On doit rendre aux auteurs qui nous ont paru originaux dans plusieurs endroits de leurs ouvrages, cette justice, qu’ils ne se sont point abaissés à descendre jusqu’à la qualité de copistes.

Il y a trois tribunaux qui ne sont presque jamais d’accord : celui des lois, celui de l’honneur, celui de la religion.

Rien ne raccourcit plus les grands hommes que leur attention à de certains procédés personnels.
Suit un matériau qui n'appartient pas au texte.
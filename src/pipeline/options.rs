//! The options of an analysis as plain data (the schema both doors fill in: the command line
//! converts its arguments into them, the web page its form), and their validation, which
//! reports every problem at once before any work is done.

use crate::assemblage::recalibration::RecalibrationSettings;
use crate::assemblage::Thresholds;
use crate::catalogue::{Catalogue, TraitKind};
use crate::data::settings::parse_scale_maps;
use crate::data::{ReadSettings, SidePolicy, SideTolerance};
use crate::error::{OptionProblem, OptionProblems};
use crate::model::Model;
use crate::prior::{parse_prior_set, Prior};
use crate::Error;
use serde::{Deserialize, Serialize};
use std::path::PathBuf;

/// How to read an input table.
#[derive(Debug, Clone, PartialEq, Serialize, Deserialize)]
#[serde(default, deny_unknown_fields)]
pub struct ReadOptions {
    /// Extra words meaning "not recordable", besides empty, NA, N/A, -, . and ?.
    pub missing: Vec<String>,
    /// Which side of a bilateral trait to use when both are recorded.
    pub sides: SidePolicy,
    /// Grades by which the two sides may differ before a warning.
    pub side_grade_tolerance: i32,
    /// Relative difference of two measurements before a warning.
    pub side_measure_tolerance: f64,
    /// YAML file mapping scores recorded on another scale onto the model's grades.
    pub scale_map: Option<PathBuf>,
    /// Worksheet of a workbook (default: the first).
    pub sheet: Option<String>,
    /// Column holding the groups (default `group`).
    pub group_by: Option<String>,
    /// A column profile file (`--columns`): the sheet's own column names and not-recorded
    /// words.
    pub columns: Option<PathBuf>,
    /// Column names given directly (the page's mapping), over the profile's: sheet column →
    /// tessera's name.
    pub renames: std::collections::BTreeMap<String, String>,
    /// Not-recorded words given with `renames` (the page's mapping).
    pub not_recorded: Vec<String>,
    /// A scale map given as text (the page: a file the user chose), with its file name for
    /// messages; used instead of `scale_map`.
    pub scale_map_text: Option<(String, String)>,
    /// YAML file of the laboratory's own age words and the ages they stand for.
    pub age_map: Option<PathBuf>,
}

impl Default for ReadOptions {
    fn default() -> Self {
        ReadOptions {
            missing: Vec::new(),
            sides: SidePolicy::LeftFirst,
            side_grade_tolerance: 1,
            side_measure_tolerance: 0.05,
            scale_map: None,
            sheet: None,
            group_by: None,
            columns: None,
            renames: Default::default(),
            not_recorded: Vec::new(),
            scale_map_text: None,
            age_map: None,
        }
    }
}
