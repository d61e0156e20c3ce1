//! The local web page (`tessera serve`): a thin layer over the same library calls as the
//! command line. A table is uploaded and held in memory (never written to disk), checked as
//! `check` checks it, analysed by the library's pipeline with options the page sends, and the
//! run's files — the same bytes as `analyse` writes — can be downloaded as one zip.
//!
//! Safety: the server binds 127.0.0.1 only; it answers only requests whose `Host` names this
//! machine (a page elsewhere cannot reach it through a renamed host); uploads are capped
//! ([`MAX_UPLOAD_BYTES`]); options that would read files of the machine (a model, prior or
//! scale-map path) are refused; at most [`KEPT_TABLES`] tables and [`KEPT_RUNS`] runs are kept,
//! the oldest dropped first. Every request gets an answer; no input can stop the server.

pub mod api;
pub mod case;
pub mod http;
mod jobs;
mod store;

use std::sync::atomic::AtomicBool;
use std::sync::Arc;

/// Largest upload (a choice of ours): a table of this size is far beyond any cemetery (the
/// demo's 75 individuals take 6 KB) and still fits in memory.
pub const MAX_UPLOAD_BYTES: usize = 64 << 20;
/// Tables kept in memory at once (a choice of ours: at most 8 × 64 MB).
pub const KEPT_TABLES: usize = 8;
/// Runs kept in memory at once, for their downloads (a choice of ours).
pub const KEPT_RUNS: usize = 8;

/// The page, its script and its style, inside the binary (no network, no build step).
const INDEX_HTML: &str = include_str!("page/index.html");
const PAGE_JS: &str = include_str!("page/page.js");
const PAGE_CSS: &str = include_str!("page/page.css");

/// One request as the router sees it: method, path, query string, the `Host` header, body.
#[derive(Debug, Clone, Default)]
pub struct WebRequest {
    /// `GET`, `POST`, …
    pub method: String,
    /// The path without the query (`/api/tables`).
    pub path: String,
    /// The query string without `?` (`name=a.csv`), percent-encoded.
    pub query: String,
    /// The `Host` header, when sent.
    pub host: Option<String>,
    /// The body.
    pub body: Vec<u8>,
}

/// An answer: status, media type, body, and a file name for downloads.
#[derive(Debug, Clone, PartialEq)]
pub struct WebResponse {
    /// HTTP status code.
    pub status: u16,
    /// Media type of the body.
    pub media_type: &'static str,
    /// The body.
    pub body: Vec<u8>,
    /// `Content-Disposition: attachment; filename=…` when set.
    pub download: Option<String>,
}

impl WebResponse {
    fn new(status: u16, media_type: &'static str, body: impl Into<Vec<u8>>) -> WebResponse {
        WebResponse {
            status,
            media_type,
            body: body.into(),
            download: None,
        }
    }

    /// A JSON answer.
    pub fn json(status: u16, value: &serde_json::Value) -> WebResponse {
        WebResponse::new(status, "application/json", value.to_string())
    }

    /// An error as JSON: `{"error": message, "problems": [...]}`.
    pub fn error(status: u16, message: &str) -> WebResponse {
        WebResponse::json(status, &serde_json::json!({ "error": message }))
    }
}

/// What the server holds between requests: uploaded tables, finished runs, analyses under
/// way. Cloning shares it (background analyses hold a clone).
#[derive(Debug, Default, Clone)]
pub struct State {
    store: Arc<std::sync::Mutex<store::Store>>,
    jobs: Arc<std::sync::Mutex<jobs::Jobs>>,
}

impl State {
    /// A new, empty state.
    pub fn new() -> State {
        State::default()
    }
}

/// Whether a `Host` header names this machine (`127.0.0.1:PORT`, `localhost:PORT`,
/// `[::1]:PORT`): a request naming any other host is refused, so that a page served from
/// elsewhere cannot talk to this server by pointing a name of its own at 127.0.0.1.
pub fn host_is_local(host: Option<&str>) -> bool {
    let Some(h) = host else {
        return false;
    };
    let name = match h.strip_prefix('[') {
        Some(rest) => rest.split(']').next().unwrap_or(""),
        None => h.split(':').next().unwrap_or(""),
    };
    matches!(name, "127.0.0.1" | "localhost" | "::1")
}

/// Answer one request. Pure: no network, so tests call it directly.
pub fn route(state: &State, req: &WebRequest) -> WebResponse {
    if !host_is_local(req.host.as_deref()) {
        return WebResponse::error(
            403,
            "this page answers only requests addressed to this machine (127.0.0.1 or localhost)",
        );
    }
    let segments: Vec<&str> = req.path.trim_matches('/').split('/').collect();
    match (req.method.as_str(), segments.as_slice()) {
        ("GET", [""]) | ("GET", ["index.html"]) => {
            WebResponse::new(200, "text/html; charset=utf-8", INDEX_HTML)
        }
        ("GET", ["page.js"]) => WebResponse::new(200, "text/javascript; charset=utf-8", PAGE_JS),
        ("GET", ["page.css"]) => WebResponse::new(200, "text/css; charset=utf-8", PAGE_CSS),
        ("POST", ["api", "tables"]) => api::upload(state, &req.query, &req.body),
        ("POST", ["api", "tables", table, "check"]) => api::recheck(state, table, &req.body),
        ("POST", ["api", "tables", table, "analyse"]) => api::analyse(state, table, &req.body),
        ("POST", ["api", "tables", table, "start"]) => api::start(state, table, &req.body),
        ("GET", ["api", "jobs", job]) => api::poll(state, job),
        ("POST", ["api", "profile"]) => api::profile(&req.body),
        ("GET", ["api", "runs", run, "outputs.zip"]) => api::download(state, run),
        ("GET", ["api", "about"]) => api::about(),
        ("GET", ["api", "catalogue"]) => case::catalogue(),
        ("POST", ["api", "case"]) => case::case(&req.body),
        (_, ["api", ..]) => WebResponse::error(404, "no such request"),
        ("GET", _) => WebResponse::error(404, "no such page"),
        _ => WebResponse::error(405, "this page answers GET and POST only"),
    }
}

/// A running server on 127.0.0.1.
pub struct Server {
    listener: std::net::TcpListener,
    state: State,
    stop: AtomicBool,
}

impl Server {
    /// Bind 127.0.0.1 at `port` (0: any free port).
    ///
    /// # Errors
    /// [`crate::Error::Settings`] when the port cannot be bound.
    pub fn bind(port: u16) -> Result<Server, crate::Error> {
        let listener = std::net::TcpListener::bind(("127.0.0.1", port)).map_err(|e| {
            crate::Error::Settings {
                file: format!("--port {port}"),
                message: format!("cannot listen on 127.0.0.1:{port}: {e}"),
            }
        })?;
        Ok(Server {
            listener,
            state: State::new(),
            stop: AtomicBool::new(false),
        })
    }

    /// The port the server listens on.
    pub fn port(&self) -> u16 {
        self.listener.local_addr().map(|a| a.port()).unwrap_or(0)
    }

    /// Serve with `workers` threads until [`Server::stop`] is called.
    pub fn run(&self, workers: usize) {
        http::accept_loop(&self.listener, &self.state, workers, &self.stop);
    }

    /// Stop [`Server::run`]: no connection is taken after the one that wakes it.
    pub fn stop(&self) {
        self.stop.store(true, std::sync::atomic::Ordering::Relaxed);
        let _ = std::net::TcpStream::connect(("127.0.0.1", self.port()));
    }
}

fn upload_too_large() -> WebResponse {
    WebResponse::error(
        413,
        &format!(
            "the file is larger than {} MB, more than any table this page takes: analyse it with the command line",
            MAX_UPLOAD_BYTES >> 20
        ),
    )
}

#[cfg(test)]
mod tests;
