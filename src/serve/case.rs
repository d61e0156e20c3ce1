//! The page's one-case form: a single individual's scores and measurements, typed in, give
//! the report of `tessera case` (likelihood ratio by region and in all, each trait alone, the
//! verbal scale, P(female) under the priors named) with the cautions beside it.

use super::WebResponse;
use crate::catalogue::TraitKind;
use serde::Deserialize;
use serde_json::json;
use std::collections::BTreeMap;

/// `GET /api/catalogue`: the traits the form offers, by region, with their scales.
pub fn catalogue() -> WebResponse {
    let model = match crate::pipeline::load_model(None) {
        Ok(m) => m,
        Err(e) => return WebResponse::error(500, &e.to_string()),
    };
    let traits: Vec<serde_json::Value> = model
        .catalogue
        .traits()
        .iter()
        .map(|t| {
            let (kind, scale) = match &t.kind {
                TraitKind::Ordinal { lowest, highest } => {
                    ("grade", json!({ "lowest": lowest, "highest": highest }))
                }
                TraitKind::Metric { unit, low, high } => (
                    "measurement",
                    json!({ "unit": unit, "low": low, "high": high }),
                ),
                TraitKind::Count => ("count", json!({})),
            };
            json!({
                "id": t.id,
                "name": t.name,
                "region": t.region,
                "bilateral": t.bilateral,
                "kind": kind,
                "scale": scale,
                "definition": t.definition,
                "source": t.source,
            })
        })
        .collect();
    WebResponse::json(200, &json!({ "traits": traits, "model": model.name }))
}

/// What the form sends.
#[derive(Debug, Default, Deserialize)]
#[serde(default, deny_unknown_fields)]
pub struct CaseForm {
    /// Column name (`glabella`, `mastoid_l`, …) → the value as typed.
    pub values: BTreeMap<String, String>,
    /// Age at death as recorded (years, range, open class, adult, subadult).
    pub age: String,
    /// Priors to give P(female) under (shipped names or fixed:VALUE).
    pub priors: Vec<String>,
    /// Case or accession number.
    pub case_number: String,
    /// Analyst.
    pub analyst: String,
    /// Reviewer.
    pub reviewer: String,
}

/// One CSV field, quoted when it must be.
fn field(s: &str) -> String {
    if s.contains([',', '"', '\n', '\r']) {
        format!("\"{}\"", s.replace('"', "\"\""))
    } else {
        s.to_string()
    }
}

/// `POST /api/case` with the form as JSON: the one-case report, its Markdown and printable
/// HTML, and the cautions; a value that cannot be read is answered with every problem, as
/// `check` would list it.
pub fn case(body: &[u8]) -> WebResponse {
    let form: CaseForm = match serde_json::from_slice(body) {
        Ok(f) => f,
        Err(e) => return WebResponse::error(400, &format!("the form is not valid: {e}")),
    };
    let model = match crate::pipeline::load_model(None) {
        Ok(m) => m,
        Err(e) => return WebResponse::error(500, &e.to_string()),
    };
    let known = crate::data::columns::column_names(&model.catalogue);
    let mut columns: Vec<(&String, &String)> = form
        .values
        .iter()
        .filter(|(_, v)| !v.trim().is_empty())
        .collect();
    if let Some((bad, _)) = columns.iter().find(|(c, _)| !known.contains(c)) {
        return WebResponse::error(422, &format!("`{bad}` is not a trait of the model"));
    }
    columns.retain(|(c, _)| !matches!(c.as_str(), "id" | "group" | "age" | "known_sex"));
    // The case as a one-row table, read as every table is read.
    let mut header = vec!["id".to_string(), "age".to_string()];
    let mut row = vec!["case".to_string(), field(form.age.trim())];
    for (c, v) in &columns {
        header.push((*c).clone());
        row.push(field(v.trim()));
    }
    let text = format!("{}\n{}\n", header.join(","), row.join(","));
    let settings = crate::data::ReadSettings::default();
    let a = match crate::data::read_assemblage_text(
        "case",
        text.as_bytes(),
        &model.catalogue,
        &settings,
    ) {
        Ok(a) => a,
        Err(e) => {
            return WebResponse::json(
                422,
                &json!({ "error": "some values cannot be read; every one is listed", "problems": e }),
            )
        }
    };
    if let Err(m) = super::api::page_prior_words(form.priors.iter().map(String::as_str), false) {
        return WebResponse::error(422, &m);
    }
    let mut priors = Vec::new();
    for p in &form.priors {
        match crate::prior::parse_prior_set(p) {
            Ok(mut v) => priors.append(&mut v),
            Err(e) => return WebResponse::error(422, &e.to_string()),
        }
    }
    let nonempty = |s: &str| (!s.trim().is_empty()).then(|| s.trim().to_string());
    let details = crate::case::CaseDetails {
        case_number: nonempty(&form.case_number),
        analyst: nonempty(&form.analyst),
        reviewer: nonempty(&form.reviewer),
    };
    let report = match crate::case::case_report(
        &model,
        &a,
        "case",
        &priors,
        &crate::assemblage::Thresholds::default(),
        details,
        1,
    ) {
        Ok(r) => r,
        Err(e) => return WebResponse::error(422, &e.to_string()),
    };
    let markdown =
        crate::report::case::case_markdown(&report, None, "the tessera page's one-case form");
    let html = crate::report::case::case_html(&markdown, "Sex estimate: one case");
    WebResponse::json(
        200,
        &json!({
            "report": report,
            "ratio": crate::report::case::ratio_words(report.log10_lr),
            "markdown": markdown,
            "html": html,
            "cautions": super::api::CAUTIONS,
        }),
    )
}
J’en connais deux qui y ont été absolument insensibles : César et le duc d’Orléans régent.

Je me souviens que j’eus autrefois la curiosité de compter combien de fois j’entendrais faire une petite histoire qui ne méritait certainement pas d’être dite ni retenue : pendant trois semaines qu’elle occupa le monde poli, je l’entendis faire deux cent vingt-cinq fois, dont je fus très-content.

Un fonds de modestie rapporte un très-grand fonds d’intérêt[1].

Ce sont toujours les aventuriers qui font de grandes choses, et non pas les souverains des grands empires.

L’art de la politique rend-il nos histoires plus belles que celles des Romains et des Grecs ?

Quand on veut abaisser un général, on dit qu’il est heureux[2], mais il est beau que sa fortune fasse la fortune publique.

  1. La Place : Un fonds de modestie rapporte un très-grand intérêt.
  2. Ce mot rappelle celui de Fontenelle, à qui on disait, au sujet d’Inès de Castro, que la Motte était heureux. Oui, répondit-il, mais ce bonheur n’arrive jamais aux sots. (Note des Œuvres posthumes.)